Empirical estimates of the centering and SD of the MLE

Parameter	$p=200$	$p=400$	$p=800$
${\alpha }_{\star }=1.1678$	$1.1703\left(0.0002\right)$	$1.1687\left(0.0002\right)$	$1.1681\left(0.0001\right)$
${\sigma }_{\star }=3.3466$	$3.3567\left(0.0011\right)$	$3.3519\left(0.0008\right)$	$3.3489\left(0.0006\right)$

SEs of these estimates are within parentheses. In this setting, κ=0.1 and γ² =5. Half of the β_js are equal to 10 and the others to 0.

4.d. The Distribution of the Null MLE Coordinates.

Whereas Theorem 2 describes the average or bulk behavior of the MLE across all of its entries, our next result provides the explicit distribution of ${\widehat{\beta }}_j$ whenever ${\beta }_j=0$, i.e., whenever the $j$th variable is independent from the response $y$.

Theorem 3.

Let $j$ be any variable such that ${\beta }_j=0$. Then in the setting of Theorem 2, the MLE obeys

$${\widehat{\beta }}_j\hspace{0.17em}\hspace{0.17em}\stackrel{\text{d}}{\to }\hspace{0.17em}\hspace{0.17em}\mathcal{N}\left(0,{\sigma }_{\star }^2\right).$$ [10]

Further, for any finite subset of null variables $\left\{i_1,\dots ,i_k\right\}$, the components of $\left({\widehat{\beta }}_{i_1},\dots ,{\widehat{\beta }}_{i_k}\right)$ are asymptotically independent.

In words, the null MLE coordinates are asymptotically normal with mean 0 and variance given by the solution to the system Eq. 5. An important remark is this: We have observed that ${\sigma }_{\star }$ is an increasing function of $\gamma$. Hence, the distribution of a null MLE coordinate depends on the magnitude of the remaining coordinates of the signal: The variance increases as the other coefficient magnitudes increase.

We return to the finite-sample precision of the asymptotic variance ${\sigma }_{\star }^2$. As an empirical estimate, we use ${\widehat{\beta }}_j^2$ averaged over the null coordinates $\left\{j:{\beta }_j=0\right\}$ since it is approximately unbiased for ${\sigma }_{\star }^2$. We work in the setting of Table 2 in which ${\sigma }_{\star }=3.3466$, averaging our $\mathrm{68,000}$ estimates. The results are given in Table 2; we observe that $\widehat{\sigma }$ is very slightly larger than ${\sigma }_{\star }$. However, it progressively gets closer to ${\sigma }_{\star }$ as the sample size $n$ increases.

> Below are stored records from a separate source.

"""Confidence intervals over independent randomizations: the one place they are built.

Every figure netdim reports is the mean of R per-randomization values with a
Student-t interval (R - 1 degrees of freedom); the R randomizations are
independent, so this is exact for normal replicates and close for R ≥ 8 in
practice. A change between two models measured on the same points is the
interval of the per-randomization differences (paired); on independent points
Welch's interval; a difference of two independently estimated figures adds
their standard errors in quadrature.

Functions return :class:`Interval` arrays; :mod:`audit.studies` turns them into
:class:`~audit.results.Estimate` objects.

References
----------
.. [1] Student-t intervals over independent randomizations of an RQMC rule,
   and Welch's unequal-variance interval, are common practice, no source.
"""

from __future__ import annotations

import warnings
from typing import NamedTuple

import numpy as np

from .student import t_quantile

__all__ = ["LEVEL", "Interval", "difference_interval", "paired_interval", "t_interval", "welch_interval"]

#: Two-sided level of every interval netdim reports.
LEVEL = 0.95


class Interval(NamedTuple):
    """Estimates with the ends of their intervals and their standard errors (arrays of one shape)."""

    estimate: np.ndarray
    low: np.ndarray
    high: np.ndarray
    std_error: np.ndarray


def _t_scalar(level: float, df: float) -> float:
    # whole df (R - 1) without importing scipy: a quarter of a second of a small audit's start-up
    return t_quantile(0.5 + level / 2, df)


def _t(level: float, df: np.ndarray | float) -> np.ndarray:
    """Student-t quantile ``t_{(1+level)/2, df}``; one cached call when every df is the same."""
    df = np.asarray(df, dtype=np.float64)
    first = df.flat[0] if df.size else np.nan
    if df.size and np.isfinite(first) and first > 0 and np.all(df == first):  # the usual case: R - 1 everywhere
        return np.full(df.shape, _t_scalar(float(level), float(first)))
    from scipy import stats

    return stats.t.ppf(0.5 + level / 2, df)


def t_interval(values: np.ndarray, level: float = LEVEL, axis: int = 0) -> Interval:
    """Mean and Student-t interval over independent replicates.

    Parameters
    ----------
    values : ndarray
        Per-randomization values; replicates along ``axis``.
    level : float
        Two-sided confidence level.

    Returns
    -------
    Interval
        NaN-safe: replicates with NaN are left out per entry; fewer than two
        finite replicates give NaN ends.

    Notes
    -----
    With R independent randomizations, the interval is
    ``mean ± t_{(1+level)/2, R-1} s / sqrt(R)``.

    Examples
    --------
    >>> import numpy as np
    >>> from audit.estimators.intervals import t_interval
    >>> r = t_interval(np.array([1.0, 2.0, 3.0]))
    >>> float(r.estimate), round(float(r.high - r.estimate), 4)
    (2.0, 2.4841)
    """
    v = np.asarray(values, dtype=np.float64)
    finite = np.isfinite(v)
    if v.size and v.shape[axis] > 1 and finite.all():  # the usual case: nanmean's and nanstd's sums, unmasked
        r = v.shape[axis]
        with np.errstate(over="ignore", invalid="ignore"):  # as the masked path: huge values give inf
            est = v.mean(axis=axis)
            se = v.std(axis=axis, ddof=1) / np.sqrt(np.float64(r))
        half = _t_scalar(float(level), float(r - 1)) * se
        return Interval(est, est - half, est + half, se)
    r = np.sum(finite, axis=axis)
    with np.errstate(invalid="ignore", divide="ignore"), warnings.catch_warnings():
        warnings.simplefilter("ignore", RuntimeWarning)  # all-NaN entries (inert units) give NaN
        est = np.nanmean(v, axis=axis) if v.size else np.full(v.shape[1:], np.nan)
        sd = np.nanstd(v, axis=axis, ddof=1)
        se = sd / np.sqrt(r)
        q = _t(level, np.maximum(r - 1, 1))
        half = np.where(r > 1, q * se, np.nan)
    return Interval(est, est - half, est + half, np.where(r > 1, se, np.nan))


def paired_interval(new: np.ndarray, old: np.ndarray, level: float = LEVEL, axis: int = 0) -> Interval:
    """Interval of ``new - old`` measured on the same points: t over the per-randomization differences."""
    return t_interval(np.asarray(new) - np.asarray(old), level, axis)


def welch_interval(new: np.ndarray, old: np.ndarray, level: float = LEVEL) -> Interval:
    """Interval of ``mean(new) - mean(old)`` from independent randomizations (Welch), replicates on axis 0."""
    new, old = np.asarray(new, dtype=np.float64), np.asarray(old, dtype=np.float64)
    r1, r2 = np.sum(np.isfinite(new), axis=0), np.sum(np.isfinite(old), axis=0)
    est = np.nanmean(new, axis=0) - np.nanmean(old, axis=0)
    v1, v2 = np.nanvar(new, axis=0, ddof=1) / r1, np.nanvar(old, axis=0, ddof=1) / r2
    se = np.sqrt(v1 + v2)
    with np.errstate(invalid="ignore", divide="ignore"):
        df = (v1 + v2) ** 2 / (v1**2 / (r1 - 1) + v2**2 / (r2 - 1))
    half = _t(level, np.where(np.isfinite(df), df, r1 + r2 - 2)) * se
    return Interval(est, est - half, est + half, se)


def difference_interval(
    a: float, a_se: float, b: float, b_se: float, replicates: int, level: float = LEVEL
) -> Interval:
    """``a - b`` for two figures estimated from independent randomizations (t with R - 1 df; conservative)."""
    se = float(np.hypot(a_se, b_se))
    half = float(_t(level, max(replicates - 1, 1))) * se
    d = a - b
    return Interval(np.float64(d), np.float64(d - half), np.float64(d + half), np.float64(se))
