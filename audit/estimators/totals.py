"""Sums shared by the estimators of total indices alone: pooled moments and squared differences.

Internal: the winding stairs (:mod:`~audit.estimators.stairs`), the separate
pairs (:mod:`~audit.estimators.separate`) and the split estimator
(:mod:`~audit.estimators.split`) differ in which rows they evaluate, not in what
they keep. Each keeps, for k units and g inputs (or groups):

* the pooled mean and sum of squared deviations of some outputs, all
  distributed as f(x) (Chan's merge, :class:`~audit.estimators.base.Moments`),
  for the variance;
* with detail, per input the sum of squared differences
  ``(f(x) - f(x with z_j))^2`` and the number of such pairs, so that
  ``tau_j = sum / (2 count)``;
* without detail one sum per unit: the squared differences weighted by
  ``1 / count_j`` (known before any row is added), or unweighted when every
  input gets one pair per design point (divided by 2 N at the end).

Every sum is additive over disjoint rows, so merging halves gives the whole.

References
----------
.. [1] "Estimating mean dimensionality of analysis of variance
   decompositions", J. Amer. Statist. Assoc., 2006 (tau_j = E[(f(x) - f(x with
   z_j))^2] / 2 and nu = sum of total indices).
.. [2] "Updating formulae and a pairwise algorithm for computing sample
   variances", COMPSTAT, 1982 (the pooled moments).
"""

from __future__ import annotations

from typing import Any

import numpy as np

from .base import Moments, RepEstimates

__all__ = ["TotalSums"]


class TotalSums:
    """Pooled moments and per-input sums of squared differences for ``k`` units and ``g`` inputs.

    Parameters
    ----------
    k, g : int
        Units, and inputs (or groups of inputs).
    detail : bool
        Keep a sum and a count per input (a total index per input).
    weights : ndarray, shape (g,), optional
        Without detail: ``1 / count_j``, for estimators whose inputs get different
        numbers of pairs. ``None`` means one pair per input and design point.

    Examples
    --------
    >>> import numpy as np
    >>> from audit.estimators.totals import TotalSums
    >>> s = TotalSums(1, 2)
    >>> s.add_parts(np.array([[0.0], [2.0]]), np.array([[[4.0]], [[0.0]]]))
    >>> s.finish(ddof=0).total[:, 0].tolist()
    [2.0, 0.0]
    """

    def __init__(self, k: int, g: int, detail: bool = True, weights: np.ndarray | None = None) -> None:
        self.k, self.g, self.detail = int(k), int(g), bool(detail)
        self.rows = 0
        self.moments = Moments(k)
        self.weights = None if weights is None else np.asarray(weights, dtype=np.float64)
        if detail:
            self.tot = np.zeros((g, k))
            self.cnt = np.zeros(g, dtype=np.int64)
        else:
            self.tot_sum = np.zeros(k)

    def add(self, y: np.ndarray, context: Any = None) -> None:  # pragma: no cover - each estimator's own
        raise NotImplementedError

    def add_parts(self, values: np.ndarray, sq: np.ndarray, js: np.ndarray | None = None) -> None:
        """Add design points.

        Parameters
        ----------
        values : ndarray, shape (m, k)
            Outputs pooled for the variance (each distributed as f(x)).
        sq : ndarray
            Squared differences: shape (g, n, k), one per input and design point
            (``js`` is None), or shape (n, k), one per design point, of input ``js``.
        js : ndarray of int, shape (n,), optional
            The input of each design point's difference.
        """
        self.moments.add(values)
        if js is None:
            n = sq.shape[1]
            self.rows += n
            if self.detail:
                self.tot += sq.sum(axis=1)
                self.cnt += n
            elif self.weights is None:
                self.tot_sum += sq.sum(axis=(0, 1))
            else:
                self.tot_sum += np.einsum("g,gnk->k", self.weights, sq)
            return
        self.rows += sq.shape[0]
        if self.detail:
            np.add.at(self.tot, js, sq)
            self.cnt += np.bincount(js, minlength=self.g)
        else:
            if self.weights is None:
                raise ValueError("sums of one difference per design point need weights (1 / count) without detail.")
            self.tot_sum += self.weights[js] @ sq

    def merge(self, other: TotalSums) -> None:
        """Add the sums of ``other`` (disjoint rows of the same randomization)."""
        if type(other) is not type(self) or (other.k, other.g, other.detail) != (self.k, self.g, self.detail):
            raise ValueError("cannot merge sums of different kinds or shapes.")
        self.rows += other.rows
        self.moments.merge(other.moments)
        if self.detail:
            self.tot += other.tot
            self.cnt += other.cnt
        else:
            self.tot_sum += other.tot_sum

    def state(self) -> dict[str, np.ndarray]:
        s = {
            "meta": np.array([self.k, self.g, self.detail, self.rows, self.moments.count]),
            "mean": self.moments.mean,
            "m2": self.moments.m2,
        }
        if self.weights is not None:
            s["weights"] = self.weights
        if self.detail:
            s.update(tot=self.tot, cnt=self.cnt)
        else:
            s["tot_sum"] = self.tot_sum
        return s

    @classmethod
    def from_state(cls, s: dict[str, np.ndarray]) -> TotalSums:
        k, g, detail, rows, count = (int(v) for v in s["meta"])
        out = cls(k, g, bool(detail), s.get("weights"))
        out.rows, out.moments.count = rows, count
        out.moments.mean, out.moments.m2 = np.array(s["mean"]), np.array(s["m2"])
        for name in ("tot", "cnt", "tot_sum"):
            if name in s:
                setattr(out, name, np.array(s[name]))
        return out

    def finish(self, ddof: int) -> RepEstimates:
        """Per-unit estimates of this randomization (un-normalised); no first-order indices."""
        if self.rows == 0:
            raise ValueError("no rows have been added.")
        m = self.moments
        var = m.variance(ddof)
        if not self.detail:
            scale = 2 * self.rows if self.weights is None else 2
            return RepEstimates(m.mean.copy(), var, None, None, self.tot_sum / scale)
        with np.errstate(invalid="ignore", divide="ignore"):
            tot = self.tot / (2 * self.cnt[:, None])
        return RepEstimates(m.mean.copy(), var, tot, None, np.nansum(tot, axis=0))
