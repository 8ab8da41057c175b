"""What every estimator implements, and the sums they share.

An *estimator* turns blocks of design points into model rows and those rows'
outputs into mergeable float64 sums, one :class:`Sums` per group of units and
randomization. Sums of disjoint blocks of the same randomization merge exactly
(up to rounding), so any split of the work -- blocks, processes, machines,
checkpoints -- gives the same answer.

The protocol (:class:`Estimator`):

``name``, ``label``
    Registry name (recorded in reports and checkpoints) and what reports call it.
``replicates``
    Randomizations R used when the user sets none (8 for most; more where a
    t-interval over 8 would under-cover).
``copies``
    Blocks of d uniform columns each design point needs (2: A and B).
``rows_per_point()``
    Model rows evaluated per design point (the cost: N · rows_per_point · R).
``check(points)``
    Refuse a design the estimator cannot use (a :class:`~audit.errors.UserError`).
``layout(block, dtype)``
    The model rows of a block, and a context for ``add``.
``sums(units, detail, block)`` / ``restore(state)``
    Empty sums for a group of units (per-input sums with ``detail``), or sums
    rebuilt from :meth:`Sums.state`.
``state_size(units, detail)``
    Floats one :class:`Sums` holds (for the memory estimate).
``settings()``
    What besides the design its numbers depend on (groups, prefixes): part of a
    checkpoint's fingerprint.

And every :class:`Sums` has ``rows`` (design points added), ``add(y, context)``,
``merge(other)``, ``state()`` and ``finish(ddof)``.

References
----------
.. [1] "Updating formulae and a pairwise algorithm for computing sample
   variances", COMPSTAT, 1982 (the pairwise mean/M2 merge of :class:`Moments`).
"""

from __future__ import annotations

from dataclasses import dataclass
from typing import Any, Protocol

import numpy as np

from ..buffers import take

__all__ = ["Estimator", "Moments", "RepEstimates", "Sums"]


class Moments:
    """Count, mean and sum of squared deviations of k columns, mergeable (Chan's update).

    Parameters
    ----------
    k : int
        Number of columns.
    """

    def __init__(self, k: int) -> None:
        self.count = 0
        self.mean = np.zeros(k)
        self.m2 = np.zeros(k)

    def add(self, y: np.ndarray) -> None:
        """Add the rows of ``y`` (n, k)."""
        y = np.asarray(y, dtype=np.float64)
        mean_b = y.mean(axis=0)
        dev = y - mean_b
        np.multiply(dev, dev, out=dev)
        self.merge_values(y.shape[0], mean_b, dev.sum(axis=0))

    def add_pair(self, a: np.ndarray, b: np.ndarray) -> None:
        """Add the rows of ``a`` and then ``b`` (any float type): the numbers of
        ``add(np.concatenate([a, b]))`` in float64, with one float64 array instead of five
        (fresh arrays of a block's size cost more in page faults than their arithmetic), lent
        by the engine between tasks (:func:`audit.buffers.take`)."""
        y = take((len(a) + len(b), *a.shape[1:]), np.float64)
        y[: len(a)], y[len(a) :] = a, b
        mean_b = y.mean(axis=0)
        np.subtract(y, mean_b, out=y)
        np.multiply(y, y, out=y)
        self.merge_values(len(y), mean_b, y.sum(axis=0))

    def merge_values(self, n_b: int, mean_b: np.ndarray, m2_b: np.ndarray) -> None:
        """Merge the moments of ``n_b`` other values."""
        n_a = self.count
        if n_b == 0:
            return
        if n_a == 0:
            self.count, self.mean, self.m2 = n_b, mean_b.copy(), m2_b.copy()
            return
        n = n_a + n_b
        delta = mean_b - self.mean
        self.mean = self.mean + delta * (n_b / n)
        self.m2 = self.m2 + m2_b + delta**2 * (n_a * n_b / n)
        self.count = n

    def merge(self, other: Moments) -> None:
        self.merge_values(other.count, other.mean, other.m2)

    def variance(self, ddof: int) -> np.ndarray:
        """``m2 / (count - ddof)``."""
        return self.m2 / max(self.count - ddof, 1)


@dataclass
class RepEstimates:
    """Un-normalised estimates of one randomization for k units.

    ``total`` and ``first`` have shape (G, k) for G inputs or groups (``None``
    without detail; ``first`` is ``None`` for estimators without first-order
    indices); ``total_sum`` is ``sum_j total`` of shape (k,).
    """

    mean: np.ndarray
    variance: np.ndarray
    total: np.ndarray | None
    first: np.ndarray | None
    total_sum: np.ndarray


class Sums(Protocol):
    """Mergeable sums of one group of units over some rows of one randomization."""

    rows: int

    def add(self, y: np.ndarray, context: Any) -> None: ...

    def merge(self, other: Any) -> None: ...

    def state(self) -> dict[str, np.ndarray]: ...

    def finish(self, ddof: int) -> Any: ...


class Estimator(Protocol):
    """See the module docstring."""

    name: str
    label: str
    replicates: int
    copies: int

    def rows_per_point(self) -> int: ...

    def check(self, points: int) -> None: ...

    def layout(self, block: Any, dtype: Any) -> tuple[np.ndarray, Any]: ...

    def sums(self, units: int, detail: bool, block: Any) -> Sums: ...

    def restore(self, state: dict[str, np.ndarray]) -> Sums: ...

    def state_size(self, units: int, detail: bool) -> int: ...

    def settings(self) -> dict[str, Any]: ...
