"""Student-t quantiles for whole degrees of freedom, without importing scipy.

Every interval netdim reports needs ``t_{(1+level)/2, R-1}`` for R randomizations. scipy's
``special.stdtrit`` computes it, but importing :mod:`scipy.special` costs about a quarter of a
second (a third of a small audit's start-up), and an audit of a model whose laws are uniform
needs nothing else from scipy. For a whole number of degrees of freedom the t distribution
function is a finite trigonometric sum, so the quantile is found here to the last bits by
Newton's method on it; any other degrees of freedom go to scipy.

References
----------
.. [1] Closed forms of P(|T| ≤ t) for whole degrees of freedom (26.7.3 and 26.7.4):
   "Handbook of Mathematical Functions", National Bureau of Standards, 1964.

Examples
--------
>>> from audit.estimators.student import t_quantile
>>> round(t_quantile(0.975, 7), 6)  # t_{0.975, 7}, tabulated as 2.365 (from memory)
2.364624
"""

from __future__ import annotations

import functools
import math

__all__ = ["P_MAX", "WHOLE_DF_MAX", "t_quantile"]

#: Largest whole degrees of freedom solved here (each step sums about df / 2 terms; round-off
#: grows with the number of terms); above it, for fractional degrees of freedom and for p above
#: :data:`P_MAX`, scipy.
WHOLE_DF_MAX = 1024
#: Largest p solved here: nearer 1 the sum's round-off weighs on the far tail.
P_MAX = 0.999


def _two_sided(theta: float, df: int) -> float:
    """P(|T| ≤ t) for t = sqrt(df) tan(theta), 0 ≤ theta < π/2 (the closed forms of [1])."""
    c2 = math.cos(theta) ** 2
    s = 0.0
    if df % 2:  # odd: (2/π)(θ + sin θ cos θ Σ_k a_k cos^{2k} θ), a_k = a_{k-1} 2k/(2k+1)
        coef = [1.0]
        for k in range(1, (df - 1) // 2):
            coef.append(coef[-1] * (2 * k) / (2 * k + 1))
        for a in reversed(coef if df > 1 else []):
            s = s * c2 + a
        return (2 / math.pi) * (theta + math.sin(theta) * math.cos(theta) * s)
    coef = [1.0]  # even: sin θ Σ_k b_k cos^{2k} θ, b_k = b_{k-1} (2k-1)/(2k)
    for k in range(1, df // 2):
        coef.append(coef[-1] * (2 * k - 1) / (2 * k))
    for b in reversed(coef):
        s = s * c2 + b
    return math.sin(theta) * s


@functools.lru_cache(maxsize=256)
def _whole(p: float, df: int) -> float:
    level = 2 * p - 1  # P(|T| ≤ t) = 2 P(T ≤ t) - 1
    # d/dθ P(|T| ≤ √df tan θ) = 2 √df f(t) sec²θ = k cos^{df-1} θ, f the t density
    log_k = math.log(2) + math.lgamma((df + 1) / 2) - math.lgamma(df / 2) - 0.5 * math.log(math.pi)
    lo, hi = 0.0, math.pi / 2
    theta = math.pi / 4
    for _ in range(200):
        f = _two_sided(theta, df) - level
        if f > 0:
            hi = theta
        else:
            lo = theta
        slope = math.exp(log_k + (df - 1) * math.log(math.cos(theta)))
        step = theta - f / slope if slope > 0 else (lo + hi) / 2
        if not lo < step < hi:  # Newton left the bracket: bisect
            step = (lo + hi) / 2
        if step == theta or hi - lo <= 4 * math.ulp(theta):
            break
        theta = step
    return math.sqrt(df) * math.tan(theta)


def t_quantile(p: float, df: float) -> float:
    """The p-quantile of Student's t with ``df`` degrees of freedom, for 0.5 < p < 1.

    Parameters
    ----------
    p : float
        Probability, 0.5 < p < 1 (the upper end of a two-sided interval).
    df : float
        Degrees of freedom, > 0.

    Returns
    -------
    float
        t with P(T ≤ t) = p: solved here for whole ``df`` up to :data:`WHOLE_DF_MAX` and
        p up to :data:`P_MAX` (within 1e-12 relative of ``scipy.special.stdtrit``, about 1e-15
        for df below 128; tested), else by scipy.

    References
    ----------
    .. [1] "Handbook of Mathematical Functions", National Bureau of Standards, 1964, 26.7.3-4.

    Examples
    --------
    >>> from audit.estimators.student import t_quantile
    >>> round(t_quantile(0.975, 1), 4)  # Cauchy: tan(0.475 π)
    12.7062
    """
    p, df = float(p), float(df)
    if not 0.5 < p < 1 or not df > 0:
        raise ValueError(f"t_quantile needs 0.5 < p < 1 and df > 0; got p={p}, df={df}.")
    if df.is_integer() and df <= WHOLE_DF_MAX and p <= P_MAX:
        return _whole(p, int(df))
    from scipy import special

    return float(special.stdtrit(df, p))
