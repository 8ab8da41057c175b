"""Means of the first n points of each randomization: the data of an RQMC gain measurement.

For increasing point counts n_1 < n_2 < ... (prefixes of one sequence per
randomization), the sums ``S_p = sum_{i < n_p} f(x_i)`` give the estimates
``S_p / n_p`` of the mean; their variance over independent randomizations,
against n, shows how fast the randomized quasi-Monte Carlo error falls. A
block of rows adds to every prefix it overlaps, so the sums merge exactly.

References
----------
.. [1] Measuring the RQMC variance over independent randomizations at
   several n is common practice, no source.
"""

from __future__ import annotations

from collections.abc import Sequence
from dataclasses import dataclass
from typing import Any

import numpy as np

__all__ = ["PrefixMeans", "PrefixRep", "PrefixSums"]


@dataclass
class PrefixRep:
    """One randomization: ``means`` of shape (P, k), one row per prefix."""

    means: np.ndarray


class PrefixSums:
    """Sums of the outputs over the rows below each prefix."""

    def __init__(self, k: int, prefixes: Sequence[int]) -> None:
        self.k = int(k)
        self.prefixes = np.asarray(prefixes, dtype=np.int64)
        self.rows = 0
        self.total = np.zeros((len(self.prefixes), self.k))

    def add(self, y: np.ndarray, start: int) -> None:
        n = y.shape[0]
        self.rows += n
        c = np.cumsum(y, axis=0)
        for p, end in enumerate(self.prefixes):
            m = min(n, int(end) - start)
            if m > 0:
                self.total[p] += c[m - 1]

    def merge(self, other: PrefixSums) -> None:
        if other.k != self.k or not np.array_equal(other.prefixes, self.prefixes):
            raise ValueError("cannot merge sums of different shapes.")
        self.rows += other.rows
        self.total += other.total

    def state(self) -> dict[str, np.ndarray]:
        return {"meta": np.array([self.k, self.rows]), "prefixes": self.prefixes, "total": self.total}

    @classmethod
    def from_state(cls, s: dict[str, np.ndarray]) -> PrefixSums:
        k, rows = (int(v) for v in s["meta"])
        out = cls(k, s["prefixes"])
        out.rows, out.total = rows, np.array(s["total"])
        return out

    def finish(self, ddof: int) -> PrefixRep:
        return PrefixRep(self.total / self.prefixes[:, None])


class PrefixMeans:
    """The mean over the first n points, for each n of ``prefixes`` (one row per point).

    Parameters
    ----------
    prefixes : sequence of int
        Increasing point counts; the design's N is the largest.
    """

    name = "prefix_means"
    label = "means over prefixes of each sequence (RQMC gain)"
    copies = 1

    def __init__(self, prefixes: Sequence[int]) -> None:
        self.prefixes = [int(p) for p in prefixes]
        if not self.prefixes or self.prefixes != sorted(set(self.prefixes)) or self.prefixes[0] < 1:
            raise ValueError(f"prefixes must be increasing positive counts, got {prefixes!r}.")

    def settings(self) -> dict[str, Any]:
        """What, besides the design, this estimator's numbers depend on (for checkpoints)."""
        return {"prefixes": self.prefixes}

    def rows_per_point(self) -> int:
        return 1

    def check(self, points: int) -> None:
        if points < self.prefixes[-1]:
            raise ValueError(f"the design has {points} points, fewer than the largest prefix {self.prefixes[-1]}.")

    def layout(self, block: Any, dtype: Any) -> tuple[np.ndarray, int]:
        return block.X.astype(dtype, copy=False), block.start

    def sums(self, units: int, detail: bool, block: Any = None) -> PrefixSums:
        return PrefixSums(units, self.prefixes)

    def restore(self, state: dict[str, np.ndarray]) -> PrefixSums:
        return PrefixSums.from_state(state)

    def state_size(self, units: int, detail: bool) -> int:
        return units * len(self.prefixes)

Next, we study the accuracy of the asymptotic convergence results in Eq. 4. In the setting of Table 2, we fit $\mathrm{500,000}$ independent logistic regression models and plot the empirical cumulative distribution function of $\mathrm{\Phi }\left({\widehat{\mathit{\beta }}}_j/{\sigma }_{\star }\right)$ in Fig. 8A for some fixed null coordinate. Observe the perfect agreement with a straight line of slope 1.

Fig. 8.

The setting is that from Table 2 with $n=\mathrm{4,\; 000}$. (A) Empirical cdf of $\mathrm{\Phi }\left({\widehat{\beta }}_j/{\sigma }_{\star }\right)$ for a null variable (${\beta }_j=0$). (B) P values given by the LLR approximation Eq. 11 for this same null variable. (C) Empirical distribution of the P values from B. (D) Same as C but showing accuracy in the lower tail (check the range of the horizontal axis). All these plots are based on 500,000 replicates.

4.e. The Distribution of the LRT.

We finally consider the distribution of the likelihood-ratio statistic for testing ${\beta }_j=0$.

Theorem 4.

Consider the LLR ${\mathrm{\Lambda }}_j={min}_{\mathit{b}\hspace{0.17em}:\hspace{0.17em}{b}_j=0}\ell \left(\mathit{b}\right)-{min}_{\mathit{b}}\ell \left(\mathit{b}\right)$ for testing ${\beta }_j=0$. In the setting of Theorem 2, twice the LLR is asymptotically distributed as a multiple of a χ² under the null,

$$2{\mathrm{\Lambda }}_j\hspace{0.17em}\hspace{0.17em}\stackrel{\text{d}}{\to }\hspace{0.17em}\hspace{0.17em}\frac{\kappa \hspace{0.17em}{\sigma }_{\star }^2}{{\lambda }_{\star }}\hspace{0.17em}{\chi }_1^2.$$ [11]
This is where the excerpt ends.